Short-term calorie restriction improves disease-related markers in older male rhesus monkeys (Macaca mulatta)

Calorie restriction (CR) is widely known for its effects on life span, physiological aging and age-related disease in laboratory rats and mice. Emerging data from CR studies in rhesus monkeys suggest that this nutritional intervention paradigm may also have beneficial effects in long-lived mammals. Studies from our laboratory and others have suggested that young- or adult-onset CR might have beneficial effects on cardiovascular disease and diabetes. For example, long-term CR reduced body fat and serum triglycerides, and increased a subfraction of HDL cholesterol associated with decreased cardiovascular disease risk. These studies suggested that long-term CR begun in young or adult animals might have important effects on markers relevant to age-related disease. Few studies have examined the effects of CR initiated in older animals (rodents or monkeys), and the temporal nature of some potentially beneficial effects of CR is unknown. The present study examined several markers related to diabetes and cardiovascular disease in thirteen older adult (> 18 year) non-obese (body fat < 22%), male rhesus monkeys during a short-term CR paradigm. Specifically, we collected these data at baseline (ad libitum feeding), 10, 20, and 30% CR, and at 6 and 12 months on 30% CR. Fasting and peak insulin were significantly reduced as were the acute and second-phase insulin responses. CR also marginally reduced triglycerides (50% reduction), but had no effect on total serum cholesterol or blood pressure. Interestingly, the observed glucoregulatory changes emerged prior to any evidence of a change in body composition suggesting that certain effects of CR may not be wholly dependent on changes in body composition in older monkeys.
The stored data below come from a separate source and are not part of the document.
/// Length from the root to a path's end, px.
fn longest_to(course: &PathCourse, courses: &[PathCourse]) -> f64 {
    let own = course.sum(course.direction.len()).length;
    match courses.iter().find(|c| Some(c.path.path) == course.path.parent) {
        Some(parent) => own + longest_to(parent, courses),
        None => own,
    }
}
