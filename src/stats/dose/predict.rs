//! Which curve foretells specimens it has not seen: the logarithmic score (Good 1952, J. R. Stat. Soc. B 14, 107–114) of each
//! specimen under the curves fitted to the others.
//!
//! A fit here has one trial more at the lowest and one at the highest dose, half of each a yes, so that it stays finite where
//! the others are completely separated. Limit: scores of few specimens are near each other; see their standard error.

use super::rising::fit_rising;
use super::{Link, SHARE_FLOOR, Trials, fit};

/// Most parts into which clusters are put: with more clusters, several are left out at once.
const PARTS: usize = 12;

/// Log score a trial of the clusters left out under each curve, 0 at best.
#[derive(Debug, Clone, Copy, PartialEq)]
pub struct Scores {
    /// The share is the same at every dose.
    pub constant: f64,
    /// [`fit`].
    pub line: f64,
    /// [`fit_rising`].
    pub rising: f64,
}

/// Scores of every cluster (of every twelfth part of them, where there are more) left out in turn; those whose others have
/// no fit are left out.
#[must_use]
pub fn scores(trials: &[Trials], clusters: &[u32]) -> Vec<Scores> {
    let mut names: Vec<u32> = clusters.to_vec();
    names.sort_unstable();
    names.dedup();
    let part_of = |cluster: u32| names.partition_point(|name| *name < cluster) % PARTS;
    let split = |part: usize| -> (Vec<Trials>, Vec<Trials>) {
        let (own, others): (Vec<_>, Vec<_>) = trials.iter().zip(clusters).partition(|(_, c)| part_of(**c) == part);
        let plain = |list: Vec<(&Trials, &u32)>| list.into_iter().map(|(t, _)| *t).collect();
        (plain(own), plain(others))
    };
    let parts = (0..names.len().min(PARTS)).map(split);
    parts.filter_map(|(own, others)| left_out(&own, others, trials)).collect()
}

fn left_out(own: &[Trials], mut others: Vec<Trials>, all: &[Trials]) -> Option<Scores> {
    let doses = || all.iter().map(|t| t.dose);
    for end in [doses().fold(f64::INFINITY, f64::min), doses().fold(f64::NEG_INFINITY, f64::max)] {
        others.push(Trials { dose: end, tried: 1.0, yes: 0.5 });
    }
    let share = others.iter().map(|t| t.yes).sum::<f64>() / others.iter().map(|t| t.tried).sum::<f64>();
    let line = fit(&others, Link::Logit).ok()?;
    let rising = fit_rising(&others, Link::Logit).ok()?;
    Some(Scores {
        constant: score(own, |_| share),
        line: score(own, |x| line.share(x)),
        rising: score(own, |x| rising.share(x)),
    })
}

/// Mean logarithm of the share given to what was seen.
fn score(own: &[Trials], share: impl Fn(f64) -> f64) -> f64 {
    let tried: f64 = own.iter().map(|t| t.tried).sum();
    let sum: f64 = own
        .iter()
        .map(|t| {
            let p = share(t.dose).clamp(SHARE_FLOOR, 1.0 - SHARE_FLOOR);
            t.yes * libm::log(p) + (t.tried - t.yes) * libm::log1p(-p)
        })
        .sum();
    sum / tried
}

#[cfg(test)]
mod tests {
    use super::*;

    #[test]
    fn a_response_foretells_better_than_none() {
        let trials: Vec<Trials> = (0..24)
            .map(|i| Trials { dose: 60.0 * f64::from(i % 4), tried: 5.0, yes: [0.0, 1.0, 4.0, 5.0][(i % 4) as usize] })
            .collect();
        let clusters: Vec<u32> = (0..24).map(|i| i / 4).collect();
        let all = scores(&trials, &clusters);
        assert_eq!(all.len(), 6);
        assert!(all.iter().all(|s| s.line > s.constant + 0.2 && s.line < 0.0), "{all:?}");
    }

    #[test]
    fn nothing_to_foretell_from_nothing() {
        assert!(scores(&[], &[]).is_empty());
    }
}
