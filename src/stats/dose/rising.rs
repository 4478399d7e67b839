//! Flat up to a dose, then rising: η is level up to an onset and a straight line beyond it (the join-point model, Hudson 1966,
//! J. Am. Stat. Assoc. 61, 1097–1129, on the scale of the link). The onset is searched over a grid between the doses tested.
//! Limit: with few distinct doses several onsets fit alike; the profile walks over all of them.

use super::{DoseFit, Link, NoFit, Trials, fit, profiled, walk_out};

/// Onsets tried between the lowest and the highest dose.
const ONSETS: usize = 24;

/// A fitted flat-then-rising response.
#[derive(Debug, Clone, Copy, PartialEq)]
pub struct Rising {
    /// Dose up to which it is flat.
    pub onset: f64,
    /// The line against the dose beyond the onset (0 up to it).
    pub line: DoseFit,
}

fn beyond(trials: &[Trials], onset: f64) -> Vec<Trials> {
    trials.iter().map(|t| Trials { dose: (t.dose - onset).max(0.0), ..*t }).collect()
}

/// Onsets to try, rising, the highest dose left out.
fn onsets(trials: &[Trials]) -> Vec<f64> {
    let (low, high) = trials.iter().fold((f64::INFINITY, f64::NEG_INFINITY), |r, t| (r.0.min(t.dose), r.1.max(t.dose)));
    (0..ONSETS).map(|i| low + (high - low) * i as f64 / ONSETS as f64).collect()
}

/// Fits the response that is flat first.
///
/// # Errors
/// [`NoFit`] when no onset has a finite line.
pub fn fit_rising(trials: &[Trials], link: Link) -> Result<Rising, NoFit> {
    let mut best: Result<Rising, NoFit> = Err(NoFit::NothingVaries);
    for onset in onsets(trials) {
        match (fit(&beyond(trials, onset), link), &best) {
            (Ok(line), Ok(known)) if line.deviance >= known.line.deviance - 1e-9 => {}
            (Ok(line), _) => best = Ok(Rising { onset, line }),
            (Err(why), Err(NoFit::NothingVaries)) => best = Err(why),
            (Err(_), _) => {}
        }
    }
    best
}

impl Rising {
    /// Fitted share at a dose.
    #[must_use]
    pub fn share(&self, dose: f64) -> f64 {
        self.line.share((dose - self.onset).max(0.0))
    }

    /// Dose at which the share is `share`; `None` where the flat part has passed it already or the line does not rise.
    #[must_use]
    pub fn dose_for(&self, share: f64) -> Option<f64> {
        let past = self.line.dose_for(share);
        (self.line.slope > 0.0 && past >= 0.0).then_some(self.onset + past)
    }

    /// Limits of that dose: where the least deviance over all onsets has risen by `rise(dose)`; an end that does not exist
    /// is `None`.
    #[must_use]
    pub fn limits(&self, trials: &[Trials], share: f64, rise: f64) -> [Option<f64>; 2] {
        let (Some(best), level) = (self.dose_for(share), self.line.link.eta(share)) else { return [None, None] };
        let moved: Vec<(f64, Vec<Trials>)> = onsets(trials).into_iter().map(|o| (o, beyond(trials, o))).collect();
        let limit = self.line.deviance + rise;
        let outside = |x: f64| {
            moved
                .iter()
                .filter(|(onset, _)| *onset <= x)
                .all(|(onset, trials)| profiled(trials, self.line.link, level, x - onset) > limit)
        };
        let spread = self.line.se_dose(share).min(best.abs() + 1.0);
        walk_out([best, best], 0.25 * spread, outside)
    }
}

#[cfg(test)]
mod tests {
    use super::*;

    fn at(dose: f64, yes: f64) -> Trials {
        Trials { dose, tried: 40.0, yes }
    }

    #[test]
    fn a_flat_start_is_seen() {
        let trials = [at(0.0, 4.0), at(30.0, 4.0), at(60.0, 4.0), at(90.0, 5.0), at(120.0, 20.0), at(150.0, 36.0)];
        let rising = fit_rising(&trials, Link::Logit).unwrap();
        assert!((70.0..100.0).contains(&rising.onset), "{rising:?}");
        assert!((110.0..130.0).contains(&rising.dose_for(0.5).unwrap()), "{rising:?}");
        assert!(rising.line.deviance < fit(&trials, Link::Logit).unwrap().deviance - 4.0);
        let [low, high] = rising.limits(&trials, 0.5, 3.84);
        assert!(100.0 < low.unwrap() && high.unwrap() < 140.0, "{low:?} {high:?}");
    }

    #[test]
    fn without_a_flat_start_it_is_the_straight_line() {
        let trials = [at(0.0, 4.0), at(50.0, 12.0), at(100.0, 28.0), at(150.0, 36.0)];
        let (rising, line) = (fit_rising(&trials, Link::Logit).unwrap(), fit(&trials, Link::Logit).unwrap());
        assert!((rising.dose_for(0.5).unwrap() - line.dose_for(0.5)).abs() < 5.0);
        assert!(rising.share(60.0) > rising.share(0.0));
    }

    #[test]
    fn a_share_passed_already_has_no_dose() {
        let trials = [at(0.0, 30.0), at(50.0, 30.0), at(100.0, 36.0), at(150.0, 39.0)];
        assert_eq!(fit_rising(&trials, Link::Logit).unwrap().dose_for(0.5), None);
    }
}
The genetics of caloric restriction in Caenorhabditis elegans

Low caloric intake (caloric restriction) can lengthen the life span of a wide range of animals and possibly even of humans. To understand better how caloric restriction lengthens life span, we used genetic methods and criteria to investigate its mechanism of action in the nematode Caenorhabditis elegans. Mutations in many genes (eat genes) result in partial starvation of the worm by disrupting the function of the pharynx, the feeding organ. We found that most eat mutations significantly lengthen life span (by up to 50%). In C. elegans, mutations in a number of other genes that can extend life span have been found. Two genetically distinct mechanisms of life span extension are known: a mechanism involving genes that regulate dauer formation (age-1, daf-2, daf-16, and daf-28) and a mechanism involving genes that affect the rate of development and behavior (clk-1, clk-2, clk-3, and gro-1). We find that the long life of eat-2 mutants does not require the activity of DAF-16 and that eat-2; daf-2 double mutants live even longer than extremely long-lived daf-2 mutants. These findings demonstrate that food restriction lengthens life span by a mechanism distinct from that of dauer-formation mutants. In contrast, we find that food restriction does not further increase the life span of long-lived clk-1 mutants, suggesting that clk-1 and caloric restriction affect similar processes.